> Task description
Print the first line of the material below and each line after it, exactly as written, ending with the line that contains "make figures and".

—————

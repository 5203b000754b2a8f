"""The report's plots, drawn on plain matplotlib Figures (no pyplot, no GUI backend).

One drawing function per kind of plot (:func:`draw_trend`, :func:`draw_spectrum`)
works on any :class:`~matplotlib.axes.Axes`: the PDF places the axes on an A4 page,
the HTML draws them on a figure of their own and inlines it as SVG
(:func:`figure_svg`).

Colours
-------
Every colour comes from the Okabe–Ito set of eight colours that stay distinct for the
common forms of colour-blindness ([1]_), except the neutral grey of "no data", which is
ours on purpose: the absence of a measurement should not look like any state.  States
are always shown by word as well, so colour only helps.

References
----------
.. [1] M. Okabe, K. Ito, "Color Universal Design (CUD) — How to make figures and
   presentations that are friendly to colorblind people", J*FLY, 2008
   (https://jfly.uni-koeln.de/color/).
"""

from __future__ import annotations

import io
import math
import re

import matplotlib.dates as mdates
import numpy as np
from matplotlib.axes import Axes
from matplotlib.figure import Figure
from matplotlib.font_manager import FontProperties
from matplotlib.textpath import TextToPath
from matplotlib.transforms import blended_transform_factory

from .content import MISSING, number, trend_title
from .data import SpectrumPlot, TrendSeries, forecast_curve

#: The Okabe–Ito colours by their published names, sRGB hex (Okabe & Ito 2008).
OKABE_ITO = {
    "black": "#000000", "orange": "#E69F00", "sky blue": "#56B4E9",
    "bluish green": "#009E73", "yellow": "#F0E442", "blue": "#0072B2",
    "vermillion": "#D55E00", "reddish purple": "#CC79A7",
}

#: Colour of each point state (word shown beside it everywhere).  Chosen from the
#: Okabe–Ito colour-blind-safe set (Okabe & Ito 2008): bluish green for ok, orange for
#: alert and vermillion for danger — the warmer, the more urgent, and orange and
#: vermillion differ in lightness too; reddish purple for bad data (a sensor or file
#: problem, not a machine state); a neutral grey of our own for no data.
STATE_COLOURS: dict[str, str] = {
    "ok": OKABE_ITO["bluish green"],
    "alert": OKABE_ITO["orange"],
    "danger": OKABE_ITO["vermillion"],
    "bad data": OKABE_ITO["reddish purple"],
    "no data": "#BBBBBB",
}

#: Colours of plot elements, all Okabe–Ito.  The alert and danger lines share the
#: colours of the alert and danger states, and differ in line style as well.
PLOT_COLOURS: dict[str, str] = {
    "data": OKABE_ITO["blue"],
    "forecast": OKABE_ITO["black"],
    "interval": OKABE_ITO["sky blue"],
    "alert": STATE_COLOURS["alert"],
    "danger": STATE_COLOURS["danger"],
    "marker": OKABE_ITO["reddish purple"],
    "band": OKABE_ITO["yellow"],
}
GRID = "#DDDDDD"
#: Most points a spectrum line is drawn with; longer spectra keep each bucket's
#: minimum and maximum (:func:`peak_decimate`), so no peak is lost.
MAX_PLOT_POINTS = 4000
#: Size of the marker labels on spectra, points.
MARKER_LABEL_PT = 6.5


def state_colour(state: str) -> str:
    """The colour of a state (grey for an unknown word)."""
    return STATE_COLOURS.get(state, STATE_COLOURS["no data"])


def peak_decimate(x: np.ndarray, y: np.ndarray, max_points: int = MAX_PLOT_POINTS
                  ) -> tuple[np.ndarray, np.ndarray]:
    """Fewer points for drawing, keeping the minimum and maximum of each bucket.

    Parameters
    ----------
    x, y : 1-D arrays of equal length
        For example frequency (Hz) and amplitude.
    max_points : int
        At most this many points are returned (at least 2).

    Returns
    -------
    x, y : 1-D arrays
        Unchanged when short enough; otherwise, in their original order, the points
        holding each bucket's smallest and largest ``y`` — so the drawn line reaches
        every peak and every trough.  NaN values are kept only where a bucket has
        nothing else.
    """
    n = y.size
    if n <= max_points:
        return x, y
    k = max(1, max_points // 2)
    size = math.ceil(n / k)
    finite = np.isfinite(y)
    pad = size * k - n
    hi = np.concatenate([np.where(finite, y, -np.inf), np.full(pad, -np.inf)]).reshape(k, size)
    lo = np.concatenate([np.where(finite, y, np.inf), np.full(pad, np.inf)]).reshape(k, size)
    base = np.arange(k) * size
    idx = np.unique(np.concatenate([base + hi.argmax(axis=1), base + lo.argmin(axis=1)]))
    idx = idx[idx < n]
    return x[idx], y[idx]


def _dates(t_s: np.ndarray) -> np.ndarray:
    """POSIX seconds as numpy datetime64 (UTC, microseconds) for matplotlib's date axis."""
    return (np.asarray(t_s, dtype=float) * 1e6).round().astype("int64").astype("datetime64[us]")


def plot_axes(fig: Figure, rect_in: tuple[float, float, float, float], *,
              left_in: float = 0.7, bottom_in: float = 0.45, top_in: float = 0.3,
              right_in: float = 0.15) -> Axes:
    """Axes inside a block of a figure, leaving room for tick labels and the title.

    Parameters
    ----------
    fig : Figure
    rect_in : (left, bottom, width, height)
        The block, inches from the figure's lower-left corner.
    left_in, bottom_in, top_in, right_in : float
        Room inside the block for the y labels, the x labels, the title and the edge,
        inches.
    """
    fw, fh = fig.get_size_inches()
    x, y, w, h = rect_in
    ax = fig.add_axes(((x + left_in) / fw, (y + bottom_in) / fh,
                       (w - left_in - right_in) / fw, (h - bottom_in - top_in) / fh))
    # Drawn after the page's own text (zorder 3), so that a PDF reader extracts the
    # headings and captions in reading order before the plots' tick labels.
    ax.set_zorder(4)
    return ax


def _style(ax: Axes, title: str, xlabel: str, ylabel: str) -> None:
    ax.set_title(title, loc="left", fontsize=8.5, fontweight="bold", parse_math=False)
    ax.set_xlabel(xlabel, fontsize=7.5, parse_math=False)
    ax.set_ylabel(ylabel, fontsize=7.5, parse_math=False)
    ax.tick_params(labelsize=7)
    ax.grid(True, color=GRID, linewidth=0.5)
    ax.set_axisbelow(True)
    for side in ("top", "right"):
        ax.spines[side].set_visible(False)


def draw_trend(ax: Axes, trend: TrendSeries) -> None:
    """A value against date: the runs, the alert and danger lines, the forecast.

    The forecast's curve is dashed and its interval shaded; the alert line is dashed
    and the danger line solid, each labelled in the legend with its level.
    """
    _style(ax, trend_title(trend), "Date (UTC)", trend.unit)
    ok = np.isfinite(trend.times_s) & np.isfinite(trend.values)
    t, v = trend.times_s[ok], trend.values[ok]
    if t.size:
        ax.plot(_dates(t), v, color=PLOT_COLOURS["data"], marker="o", markersize=3,
                linewidth=1.2, label=trend.value)
    else:
        ax.text(0.5, 0.5, "no runs", transform=ax.transAxes, ha="center", va="center",
                fontsize=8, color="#555555")
    levels = [x for x in (trend.alert, trend.danger) if x is not None and math.isfinite(x)]
    known = [float(x) for x in v] + levels
    # An exponential forecast (or its interval) can run far above danger; the view
    # stops at 1.5 times the highest run or level, and the time axis where the curve
    # leaves the view, so the runs are not squeezed into a corner.
    cap = 1.5 * max(known) if known and max(known) > 0 else math.inf
    tops = list(known)
    t_cut = math.nan
    curve = forecast_curve(trend.forecast) if trend.forecast else None
    if curve is not None:
        tc, vc, lo, hi = curve
        good = np.isfinite(tc) & np.isfinite(vc)
        if good.any():
            tc, vc, lo, hi = tc[good], vc[good], lo[good], hi[good]
            dc = _dates(tc)
            ax.fill_between(dc, lo, hi, color=PLOT_COLOURS["interval"], alpha=0.35,
                            linewidth=0, label="forecast interval")
            ax.plot(dc, vc, color=PLOT_COLOURS["forecast"], linestyle="--", linewidth=1.1,
                    label="forecast")
            tops.append(min(float(vc.max()), cap))
            above = vc > cap
            if above.any() and t.size:
                t_cut = float(tc[int(np.argmax(above))])
    for level, key, style in ((trend.alert, "alert", "--"), (trend.danger, "danger", "-")):
        if level is not None and math.isfinite(level):
            ax.axhline(level, color=PLOT_COLOURS[key], linestyle=style, linewidth=1.2,
                       label=f"{key} {number(level)} {trend.unit}")
    if tops:
        top = max(tops)
        ax.set_ylim(min(0.0, min(tops)), top * 1.1 if top > 0 else 1.0)
    if math.isfinite(t_cut):
        ax.set_xlim(right=_dates(np.array([t_cut + 0.05 * (t_cut - float(t[0]))]))[0])
    locator = mdates.AutoDateLocator(minticks=3, maxticks=8)
    ax.xaxis.set_major_locator(locator)
    ax.xaxis.set_major_formatter(mdates.ConciseDateFormatter(locator))
    ax.xaxis.get_offset_text().set_fontsize(7)
    if ax.get_legend_handles_labels()[0]:
        ax.legend(fontsize=6.5, loc="upper left", frameon=True, framealpha=0.85,
                  edgecolor="none")


def draw_spectrum(ax: Axes, spec: SpectrumPlot) -> None:
    """A spectrum or envelope spectrum with its alarm bands shaded and the matched
    sources marked by labelled vertical lines.

    Labels that would overlap a neighbour's are left off the plot (the caption lists
    every marker with its frequency).
    """
    ylabel = ("Envelope amplitude" if spec.kind == "envelope" else "Amplitude") + \
        f" ({spec.unit})"
    _style(ax, spec.title, "Frequency (Hz)", ylabel)
    f, a = peak_decimate(spec.frequency_hz, spec.amplitude)
    ok = np.isfinite(f) & np.isfinite(a)
    f, a = f[ok], a[ok]
    if f.size == 0:
        ax.text(0.5, 0.5, f"no lines {MISSING} nothing to draw", transform=ax.transAxes,
                ha="center", va="center", fontsize=8, color="#555555")
        return
    x0, x1 = float(min(f[0], 0.0)), float(f[-1])
    x1 = x1 if x1 > x0 else x0 + 1.0
    ax.set_xlim(x0, x1)
    mixed = blended_transform_factory(ax.transData, ax.transAxes)
    for lo, hi, _alert, _danger, name in spec.bands:
        ax.axvspan(lo, hi, color=PLOT_COLOURS["band"], alpha=0.3, linewidth=0)
        ax.text(max(lo, x0), 0.02, f" {name}", transform=mixed, fontsize=6, ha="left",
                va="bottom", color="#333333", clip_on=True, parse_math=False,
                bbox={"facecolor": "white", "alpha": 0.7, "edgecolor": "none", "pad": 0.5})
    ax.plot(f, a, color=PLOT_COLOURS["data"], linewidth=0.7)
    # Marker labels stand above the highest line: the y range leaves room for them.
    markers = sorted((float(m), str(label)) for m, label in spec.markers if x0 <= m <= x1)
    fw, fh = ax.figure.get_size_inches()
    pos = ax.get_position()
    width_pt, height_pt = pos.width * fw * 72.0, pos.height * fh * 72.0
    measure = TextToPath()
    prop = FontProperties(size=MARKER_LABEL_PT)
    lengths = [measure.get_text_width_height_descent(label, prop, ismath=False)[0] + 2.0
               for _, label in markers]
    places = place_marker_labels([m for m, _ in markers], x0, x1, width_pt)
    row_len = [max([ln for ln, p in zip(lengths, places) if p and p[0] == r], default=0.0)
               for r in range(2)]
    row_top = [0.985, 0.985 - (row_len[0] + 3.0) / height_pt]
    band = (row_len[0] + (row_len[1] + 3.0 if row_len[1] else 0.0) + 4.0) / height_pt
    amax = float(a.max())
    room = 1.0 - min(max(band, 0.25), 0.6)
    ax.set_ylim(min(0.0, float(a.min())), amax / room if amax > 0 else 1.0)
    for (freq, label), place in zip(markers, places):
        ax.axvline(freq, color=PLOT_COLOURS["marker"], linestyle=":", linewidth=1.0)
        if place is None:
            continue  # no room beside its neighbours; the caption lists it
        row, side = place
        ax.text(freq, row_top[row], label, transform=mixed, rotation=90,
                fontsize=MARKER_LABEL_PT, ha="right" if side == "left" else "left",
                va="top", color="#222222", parse_math=False,
                bbox={"facecolor": "white", "alpha": 0.8, "edgecolor": "none", "pad": 0.3})


def place_marker_labels(freqs_hz: list[float], x0: float, x1: float, width_pt: float, *,
                        line_pt: float = MARKER_LABEL_PT * 1.3, rows: int = 2
                        ) -> list[tuple[int, str] | None]:
    """Where each vertical marker label goes: ``(row, "left" | "right")`` or None.

    Labels are rotated 90°, so each needs about one line height of width beside its
    marker.  Going up in frequency, a label takes the first free place among: top
    row left of its line, top row right of it, then the same in the lower rows.  A
    label with no free place is left off (the caption lists every marker).

    Parameters
    ----------
    freqs_hz : list of float
        Marker frequencies, ascending, Hz.
    x0, x1 : float
        The x range of the axes, Hz.
    width_pt : float
        Width of the axes, points.
    line_pt : float
        Width a rotated label takes, points.
    rows : int
        Rows of labels.
    """
    w = line_pt * (x1 - x0) / max(width_pt, 1.0)
    taken: list[list[tuple[float, float]]] = [[] for _ in range(rows)]
    out: list[tuple[int, str] | None] = []
    for f in freqs_hz:
        choice = None
        for r in range(rows):
            for side, (lo, hi) in (("left", (f - w, f)), ("right", (f, f + w))):
                if lo < x0 or hi > x1:
                    continue
                if all(hi <= a or lo >= b for a, b in taken[r]):
                    choice = (r, side)
                    taken[r].append((lo, hi))
                    break
            if choice:
                break
        out.append(choice)
    return out


def trend_figure(trend: TrendSeries, size_in: tuple[float, float] = (7.2, 2.8)) -> Figure:
    """A figure of its own holding one trend plot (for SVG or PNG)."""
    fig = Figure(figsize=size_in)
    draw_trend(plot_axes(fig, (0.0, 0.0, *size_in)), trend)
    return fig


def spectrum_figure(spec: SpectrumPlot, size_in: tuple[float, float] = (7.2, 3.0)) -> Figure:
    """A figure of its own holding one spectrum plot (for SVG or PNG)."""
    fig = Figure(figsize=size_in)
    draw_spectrum(plot_axes(fig, (0.0, 0.0, *size_in)), spec)
    return fig


_ID = re.compile(r'\bid="([^"]+)"')
_REF = re.compile(r'#([A-Za-z_][\w.\-]*)(?=["\')])')


def figure_svg(fig: Figure, id_prefix: str) -> str:
    """The figure as an ``<svg>`` element for inlining in HTML.

    The XML declaration and DOCTYPE are dropped, and every ``id`` (with each
    ``#id`` reference to it) gets ``id_prefix`` so that several plots in one page
    never share an id.
    """
    buf = io.BytesIO()
    fig.savefig(buf, format="svg", metadata={"Date": None})
    text = buf.getvalue().decode("utf-8")
    text = text[text.index("<svg"):]
    ids = set(_ID.findall(text))
    text = _ID.sub(lambda m: f'id="{id_prefix}{m.group(1)}"', text)
    return _REF.sub(lambda m: f"#{id_prefix}{m.group(1)}" if m.group(1) in ids
                    else m.group(0), text)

—————

> Solution to this exercise
repository 5203b000754b2a8f
"""The report's plots, drawn on plain matplotlib Figures (no pyplot, no GUI backend).

One drawing function per kind of plot (:func:`draw_trend`, :func:`draw_spectrum`)
works on any :class:`~matplotlib.axes.Axes`: the PDF places the axes on an A4 page,
the HTML draws them on a figure of their own and inlines it as SVG
(:func:`figure_svg`).

Colours
-------
Every colour comes from the Okabe–Ito set of eight colours that stay distinct for the
common forms of colour-blindness ([1]_), except the neutral grey of "no data", which is
ours on purpose: the absence of a measurement should not look like any state.  States
are always shown by word as well, so colour only helps.

References
----------
.. [1] M. Okabe, K. Ito, "Color Universal Design (CUD) — How to make figures and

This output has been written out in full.